Oliver has become a stoic old man over the past year or so. We guesstimate his age at 9 or 10, which, for a Dane, is definitely a ripe old age. He has developed some arthritis in his back legs which started to give him some discomfort after long stints of playing in the big yard. With medication, he still acts like an excited puppy and loves to explore and run and bark and play with his best friends in the pack. He is never without the desire to be a dog and take advantage of every dog centric habit that we have here. The fact that his people are home with him all day everyday and that his routine and household is always under the control of his pack leaders is his biggest blessing in his life. Although he has to be contained inside when people come in the house, he meets all new visitors outside and has made friends with all of our friends. Even the people he has met before still get his customary territorial greeting when they first come in. Oliver may have come a long way but it has been with patience and trust that we have succeeded with this.
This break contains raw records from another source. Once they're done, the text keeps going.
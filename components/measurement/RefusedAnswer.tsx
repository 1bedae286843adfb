import { View } from 'react-native';
import { Plate } from '@/components/ui/Plate';
import { Text } from '@/components/ui/Text';
import { space } from '@/components/ui/tokens';
import { useLook } from '@/components/ui/useLook';
import { StageGlyph } from '@/components/ui/StageGlyph';
import { VerdictGlyph } from '@/components/ui/VerdictGlyph';
import type { FailureReason, RefusalReason } from '@/shared/contracts/measureResult';
import { refusalWords } from './words/refusalWords';

export interface RefusedAnswerProps {
  state: 'refused' | 'failed';
  reason: RefusalReason | FailureReason | null;
  /** The engine's own words for this frame. */
  message: string | null;
}

/** A reasoned “this cannot be measured”: the name of the fault, why there is no number, what to do in order. */
export function RefusedAnswer({ state, reason, message }: RefusedAnswerProps) {
  const { colours, desk } = useLook();
  const { name, why, steps } = refusalWords(reason);
  return (
    <View style={{ gap: space.hair }}>
      <Plate>
        <View style={{ flexDirection: 'row', alignItems: 'center', gap: 14 }}>
          {state === 'refused' ? (
            <VerdictGlyph verdict="refused" scale={1.4} />
          ) : (
            <StageGlyph stage="failed" size={28} />
          )}
          <Text variant="title" level={2} style={{ fontSize: 25, lineHeight: 30, flexShrink: 1 }}>
            {name}
          </Text>
        </View>
        <Text style={{ marginTop: 10 }} selectable>
          {message ?? why}
        </Text>
      </Plate>
      <View role="list" style={{ gap: space.hair, marginTop: space.s }}>
        {steps.map((step, i) => (
          <View
            key={step}
            role="listitem"
            style={{
              backgroundColor: colours.plate,
              flexDirection: 'row',
              alignItems: 'center',
              minHeight: 56,
              paddingVertical: 10,
              paddingRight: space.l,
            }}
          >
            <Text variant="medium" align="center" style={{ width: desk ? 56 : 44, fontSize: 22 }}>
              {i + 1}
            </Text>
            <Text style={{ flex: 1 }}>{step}</Text>
          </View>
        ))}
      </View>
    </View>
  );
}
From day one we have only wanted Oliver to regain his confidence and strength and enjoyment of life. We reached that point here and so we have been able to expand his horizons on occasion. As the months go by though, we see that his physical strength will gradually be slipping away and so his activities will have to be more limited.
Everyday that he shows us how much he loves us, we feel special. When, in actuality, it is Oliver who is special. Oliver is the miracle dog to have been able to endure so much and still decide that there was life to be lived again.